Although an email to IBM on 31 January went unanswered, it is clear that the company is slowly moving away from legacy software into areas of cognitive platforms and blockchain. 

HCL Technologies appears to be trying to squeeze the last dollar available from its existing clients rather than investing in technologies which are fundamentally changing the way business has been done in the past. 

“But don’t dismiss it just because it is legacy technology. There are not many companies in this space and you can always generate enough business if done well,” said the HCL executive cited above. 

Doing it well is something which HCL Technologies has not done, at least with regards to one IP partnership. 
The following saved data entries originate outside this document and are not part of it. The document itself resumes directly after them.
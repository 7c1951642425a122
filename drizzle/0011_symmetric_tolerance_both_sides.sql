-- Tolerances are stored per side: tolerance_pct below nominal, tolerance_plus_pct above it (a Z part
-- or lot is −20 %/+80 %). Every tolerance stored before was symmetric, so its upper side equals
-- its lower side; the stored lot statistics were computed against those same limits and stay valid.
UPDATE `parts` SET `tolerance_plus_pct` = `tolerance_pct` WHERE `tolerance_pct` IS NOT NULL AND `tolerance_plus_pct` IS NULL;
--> statement-breakpoint
UPDATE `lots` SET `tolerance_plus_pct` = `tolerance_pct` WHERE `tolerance_plus_pct` IS NULL;
--> statement-breakpoint
UPDATE `lot_stats` SET `tolerance_plus_pct` = `tolerance_pct` WHERE `tolerance_plus_pct` IS NULL;
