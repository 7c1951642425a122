PRAGMA foreign_keys=OFF;--> statement-breakpoint
CREATE TABLE `__new_harnesses` (
	`id` integer PRIMARY KEY AUTOINCREMENT NOT NULL,
	`name` text NOT NULL,
	`layout` text DEFAULT 'one-pickup' NOT NULL,
	`selector` integer DEFAULT 0 NOT NULL,
	`options` text DEFAULT '{}' NOT NULL,
	`knobs` text,
	`preset` text,
	`values` text NOT NULL,
	`part_refs` text,
	`notes` text,
	`owner_id` text,
	`created_at` integer DEFAULT (cast(unixepoch('subsec') * 1000 as integer)) NOT NULL,
	`updated_at` integer,
	FOREIGN KEY (`owner_id`) REFERENCES `users`(`id`) ON UPDATE no action ON DELETE set null
);
--> statement-breakpoint
INSERT INTO `__new_harnesses`("id", "name", "layout", "selector", "options", "knobs", "preset", "values", "part_refs", "notes", "owner_id", "created_at", "updated_at") SELECT "id", "name", "layout", "selector", "options", "knobs", "preset", "values", "part_refs", "notes", "owner_id", "created_at", "updated_at" FROM `harnesses`;--> statement-breakpoint
DROP TABLE `harnesses`;--> statement-breakpoint
ALTER TABLE `__new_harnesses` RENAME TO `harnesses`;--> statement-breakpoint
PRAGMA foreign_keys=ON;// Lugbook's own look: warm paper and ink, one blueprint-blue accent, and three verdict colours
// chosen to stay apart from the accent and from each other. Loaded from src/index.css with
// `@config` (Tailwind 4 does not find a JS/TS config by itself). Tailwind reads a default export.
import type { Config } from 'tailwindcss';

const config = {
  content: ['./index.html', './src/**/*.{ts,tsx}'],
  theme: {
    extend: {
      colors: {
        // Backgrounds: the page is paper, panels are a shade lighter, wells a shade deeper.
        paper: { DEFAULT: '#f7f3ea', bright: '#fffdf8', deep: '#eee7d8', edge: '#d9cdb8' },
        // Text: ink for reading, soft for secondary lines, faint only for large or decorative text.
        ink: { DEFAULT: '#26221e', soft: '#5a5248', faint: '#857b70' },
        accent: { DEFAULT: '#2d5189', strong: '#1e3a66', tint: '#e2e9f4' },
        pass: { DEFAULT: '#2d6a39', tint: '#e0eedf' },
        fail: { DEFAULT: '#a2312a', tint: '#f7e1dd' },
        marginal: { DEFAULT: '#865707', tint: '#f6ebd3' },
      },
      fontFamily: {
        sans: ['"IBM Plex Sans"', 'system-ui', 'sans-serif'],
        mono: ['"IBM Plex Mono"', 'ui-monospace', 'monospace'],
      },
    },
  },
} satisfies Config;

export default config;
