describe('the seven presets are the one-pickup layout with the matching options', () => {
  it('equal to 1e-9 dB at several knob settings', () => {
    // The presets and the layout are two descriptions of the same networks (DEVELOPERS.md, "How to
    // add a wiring topology"): the same parts give the same response, to rounding.
    const layout = layoutOf('one-pickup');
    expect(Object.keys(PRESET_AS_LAYOUT).sort()).toEqual(HARNESS_PRESETS.map((p) => p.id).sort());
    for (const preset of HARNESS_PRESETS) {
      const { config, problems } = resolveLayoutConfig(layout, { options: PRESET_AS_LAYOUT[preset.id] });
      expect(problems).toEqual([]);
      const fromLayout = compileHarness(buildLayoutNetlist(layout, config));
      const fromPreset = compileHarness(getPreset(preset.id)!.build(preset.defaults));
      for (const knobs of [
        { volume: 10, tone: 10 },
        { volume: 5, tone: 3 },
        { volume: 0.7, tone: 9.2 },
        { volume: 0, tone: 0 },
      ]) {
        const a = simulateInstrument(fromLayout, knobs);
        const b = simulate(fromPreset, knobs);
        let worstDb = 0;
        a.magnitudeDb.forEach((v, k) => (worstDb = Math.max(worstDb, Math.abs(v - b.magnitudeDb[k]!))));
        expect(worstDb, `${preset.id} ${JSON.stringify(knobs)}`).toBeLessThan(1e-9);
        expect(a.metrics!.level1kDb).toBeCloseTo(b.metrics.level1kDb, 9);
      }
    }
  });

  it('part for part: the same parts, ids, nodes and values (the bleed finder and the export name parts by id)', () => {
    const layout = layoutOf('one-pickup');
    const byId = (parts: readonly { id: string }[]) => [...parts].sort((a, b) => (a.id < b.id ? -1 : 1));
    for (const preset of HARNESS_PRESETS) {
      const { config } = resolveLayoutConfig(layout, { options: PRESET_AS_LAYOUT[preset.id] });
      expect(byId(buildLayoutNetlist(layout, config).parts), preset.id).toEqual(byId(getPreset(preset.id)!.build(preset.defaults).parts));
    }
  });

  it('the preset options are told apart: no two presets give the same network', () => {
    const layout = layoutOf('one-pickup');
    const levels = HARNESS_PRESETS.map((p) => {
      const { config } = resolveLayoutConfig(layout, { options: PRESET_AS_LAYOUT[p.id] });
      return simulateInstrument(buildLayoutNetlist(layout, config), { volume: 4, tone: 3 }, [100, 1000, 5000]).magnitudeDb.join();
    });
    expect(new Set(levels).size).toBe(HARNESS_PRESETS.length);
  });
});

describe('cancellation and each pickup: identical pickups wired against each other give no signal', () => {
  // Standard circuit theory: two identical sources with opposite EMF feeding a symmetric network
  // (or joined at one node) leave zero at the output; each alone gives the same transfer, the
  // two 180° apart.
  const phaseGap = (a: number, b: number) => Math.abs(((a - b + 540) % 360) - 180);

  it('two pickups, both, bridge reversed, with the bridge set like the neck: cancelled; each pickup alone equal and 180° apart', () => {
    const like = { 'bridge.pickupR': 7200, 'bridge.pickupL': 3.9, 'bridge.pickupC': 110e-12 };
    const r = engineRun({ layoutId: 'two-pickups-3way', selector: 1, options: { phase: 'reversed' }, values: like }, {}, FREQS_10);
    expect(r.signal).toBe('cancelled');
    expect(r.note).toBe('no signal (cancelled)');
    expect(r.metrics).toBeNull();
    const neck = r.perPickup.find((p) => p.pickupId === 'neck')!;
    const bridge = r.perPickup.find((p) => p.pickupId === 'bridge')!;
    neck.magnitudeDb.forEach((db, k) => {
      expect(db).toBeGreaterThan(-60);
      expect(Math.abs(db - bridge.magnitudeDb[k]!)).toBeLessThan(1e-9);
      expect(phaseGap(neck.phaseDeg[k]!, bridge.phaseDeg[k]!)).toBeGreaterThan(180 - 1e-9);
    });
    // in phase, the same pair gives twice either one (+6.02 dB)
    const inPhase = engineRun({ layoutId: 'two-pickups-3way', selector: 1, options: {}, values: like }, {}, FREQS_10);
    inPhase.magnitudeDb.forEach((db, k) => expect(db - neck.magnitudeDb[k]!).toBeCloseTo(20 * Math.log10(2), 9));
  });

  it('three pickups, neck and middle, middle reversed, with the middle set like the neck: cancelled', () => {
    const like = { 'middle.pickupR': 5800, 'middle.pickupL': 2.3, 'middle.pickupC': 95e-12 };
    const r = engineRun(
      { layoutId: 'three-pickups-5way', selector: 1, options: { phase: 'reversed' }, values: like },
      { tone1: 3 },
      FREQS_10,
    );
    expect(r.signal).toBe('cancelled');
    expect(r.metrics).toBeNull();
    // a 1 % difference in one inductance is a (thin) signal, not a cancellation
    const unlike = engineRun(
      { layoutId: 'three-pickups-5way', selector: 1, options: { phase: 'reversed' }, values: { ...like, 'middle.pickupL': 2.323 } },
      {},
      FREQS_10,
    );
    expect(unlike.signal).toBe('present');
    expect(unlike.note).toBeNull();
    expect(unlike.metrics).not.toBeNull();
  });

  it('a reversed pickup alone is the same pickup at 180°: two pickups (bridge) and three pickups (middle)', () => {
    for (const [layoutId, selector, knobs] of [
      ['two-pickups-3way', 2, { 'bridge.tone': 4 }],
      ['three-pickups-5way', 2, { tone2: 4 }],
    ] as const) {
      const a = engineRun({ layoutId, selector, options: {}, values: {} }, knobs, FREQS_10);
      const b = engineRun({ layoutId, selector, options: { phase: 'reversed' }, values: {} }, knobs, FREQS_10);
      a.magnitudeDb.forEach((db, k) => {
        expect(Math.abs(db - b.magnitudeDb[k]!)).toBeLessThan(1e-9);
        expect(phaseGap(a.phaseDeg[k]!, b.phaseDeg[k]!)).toBeGreaterThan(180 - 1e-9);
      });
    }
  });

  it('a reversed source carries a negative EMF in the netlist (DEVELOPERS.md: exported as AC 1 180); the others none', () => {
    const emfOf = (layoutId: HandLayoutId, selector: number, options: Record<string, string>) => {
      const layout = layoutOf(layoutId);
      const { config } = resolveLayoutConfig(layout, { selector, options });
      const pickups = buildLayoutNetlist(layout, config).parts.filter((p): p is PickupPart => p.kind === 'pickup');
      return Object.fromEntries(pickups.map((p) => [p.id, p.emf ?? 1]));
    };
    expect(emfOf('two-pickups-3way', 1, { phase: 'reversed' })).toEqual({ neck: 1, bridge: -1 });
    expect(emfOf('two-pickups-3way', 1, {})).toEqual({ neck: 1, bridge: 1 });
    expect(emfOf('three-pickups-5way', 1, { phase: 'reversed' })).toEqual({ neck: 1, middle: -1 });
    expect(emfOf('three-pickups-5way', 3, { phase: 'reversed' })).toEqual({ middle: -1, bridge: 1 });
    expect(emfOf('dual-coil', 0, { coils: 'series-reversed' })).toEqual({ north: 1, south: -1 });
    expect(emfOf('dual-coil', 0, { coils: 'parallel' })).toEqual({ north: 1, south: 1 });
    // one coil: the north coil alone (the hand-written netlist keeps the north coil too)
    expect(emfOf('dual-coil', 0, { coils: 'single' })).toEqual({ north: 1 });
  });
});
In 2015, HCL and Computer Sciences Corp. (which later merged with Hewlett-Packard’s enterprise-services division to former DXC last year) formed two joint ventures, incorporated in the UK: CeleritiFinTech Ltd (CFT) and CeleritiFinTech Services Ltd (CFTS). HCL set up a centre of excellence in Chennai, and put 300 of its employees to work across these two joint ventures. The rationale for setting up the joint ventures was to make the two companies, CSC and HCL, work together on the Hogan core banking platform, a product owned by CSC. Still, lack of investments from HCL and the inability to sell the core banking platform, prompted them to dissolve the JVs in September last year, according to three HCL executives familiar with the development.

Surprisingly, in October, HCL again promised to spend $50 million in what it called was a new IP partnership with DXC.

For the year ended March 2017, CFT reported $58 million in revenue, and a loss of about $40,000. This was less than the over $100 million revenue generated by Hogan in 2011. 

“Taking all of that into consideration, it seems to me that this is just a grab bag of weak products and sunset technologies,” said Kannan Ramaswamy, William D. Hacker, chair professor of management at US-based Thunderbird School of Global Management.

“Unless HCL is able to build a new ecosystem using this grab bag of technologies to mount a credible attack against some of the relatively cheaper enterprise apps coming from developers such as Google and Microsoft, I do not see any quantum leap in value for HCL.”